■ **EXERCISE**: If a line in the material below holds the string "weakest", tally it, then give the tally alone.
■ ■ ■ ■ ■
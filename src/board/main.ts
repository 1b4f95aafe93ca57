import '@fontsource-variable/atkinson-hyperlegible-next/wght.css';
import 'uplot/dist/uPlot.min.css';
import './board.css';
import { mount } from 'svelte';
import App from './App.svelte';
import { Board } from './state/board.svelte.ts';
import { Picture } from './state/picture.svelte.ts';
import { Preferences } from './state/preferences.svelte.ts';
import { applyTheme } from './state/theme.ts';
import { connectWorker } from './worker/connect.ts';

const preferences = new Preferences(browserStorage());
// Before the first paint, so that nothing flashes.
applyTheme(preferences.theme);
const board = new Board(connectWorker(), preferences);
const target = document.getElementById('board');
if (target !== null) mount(App, { target, props: { board, picture: new Picture(board) } });

/** A browser may refuse storage altogether; then nothing is remembered. */
function browserStorage(): Storage | undefined {
  try {
    return localStorage;
  } catch {
    return undefined;
  }
}
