// Distinct noses of a smooth profile: local maxima that stand out from each other, each with the stretch of levels that
// belongs to it, from the minimum below to the minimum above.

/** A nose of the smooth curve and its stretch of levels; indices into the column, all inclusive. */
export interface Basin {
  readonly nose: number;
  readonly lowest: number;
  readonly highest: number;
}

/** A nose that stands out by less than this, m/s, is no nose of its own, however certain the levels. Our own choice. */
const LEAST_PROMINENCE = 1;
/** And by so many times the uncertainty of its level. */
const PROMINENCE_FACTOR = 2;

/**
 * Splits a column at the minima between its distinct noses. A maximum that stands out from the saddle to a greater one by
 * less than twice the uncertainty of its level, or by less than 1 m/s, is merged into it.
 * @param speed m/s, smooth, `count` values
 * @param uncertainty m/s of the levels the curve was drawn through
 * @returns lowest first; maxima at the lowest or highest level are no noses, but hold their stretch against others
 */
export function basinsOf(speed: ArrayLike<number>, uncertainty: ArrayLike<number>, count: number): Basin[] {
  const basins = stretches(speed, count);
  for (;;) {
    let weakest = -1;
    let least = 1;
    basins.forEach((basin, i) => {
      if (basins.length === 1) return;
      const peak = speed[basin.nose]!;
      const saddleBelow = i > 0 ? speed[basin.lowest]! : -Infinity;
      const saddleAbove = i < basins.length - 1 ? speed[basin.highest]! : -Infinity;
      const prominence =
        (peak - Math.max(saddleBelow, saddleAbove)) /
        Math.max(LEAST_PROMINENCE, PROMINENCE_FACTOR * uncertainty[basin.nose]!);
      if (prominence < least) {
        least = prominence;
        weakest = i;
      }
    });
    if (weakest < 0) break;
    mergeOver(basins, weakest, speed);
  }
  return basins.filter(({ nose }) => nose > 0 && nose < count - 1);
}

/** Every local maximum, edges included, with its stretch; neighbours share the level of the minimum between them. */
function stretches(speed: ArrayLike<number>, count: number): Basin[] {
  const basins: Basin[] = [];
  let lowest = 0;
  let nose = 0;
  let falling = false;
  for (let k = 1; k < count; k++) {
    const change = speed[k]! - speed[k - 1]!;
    if (change > 0) {
      if (falling) {
        basins.push({ nose, lowest, highest: k - 1 });
        lowest = k - 1;
        falling = false;
      }
      nose = k;
    } else if (change < 0) falling = true;
  }
  if (count > 0) basins.push({ nose, lowest, highest: count - 1 });
  return basins;
}

/** Joins a basin to its neighbour over the higher saddle, in place; the greater maximum stays. */
function mergeOver(basins: Basin[], i: number, speed: ArrayLike<number>): void {
  const basin = basins[i]!;
  const saddleBelow = i > 0 ? speed[basin.lowest]! : -Infinity;
  const saddleAbove = i < basins.length - 1 ? speed[basin.highest]! : -Infinity;
  const first = saddleBelow >= saddleAbove ? i - 1 : i;
  const lower = basins[first]!;
  const upper = basins[first + 1]!;
  const nose = speed[upper.nose]! > speed[lower.nose]! ? upper.nose : lower.nose;
  basins.splice(first, 2, { nose, lowest: lower.lowest, highest: upper.highest });
}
■ ■ ■ ■ ■
■ **ANSWER TO THIS TASK**: 4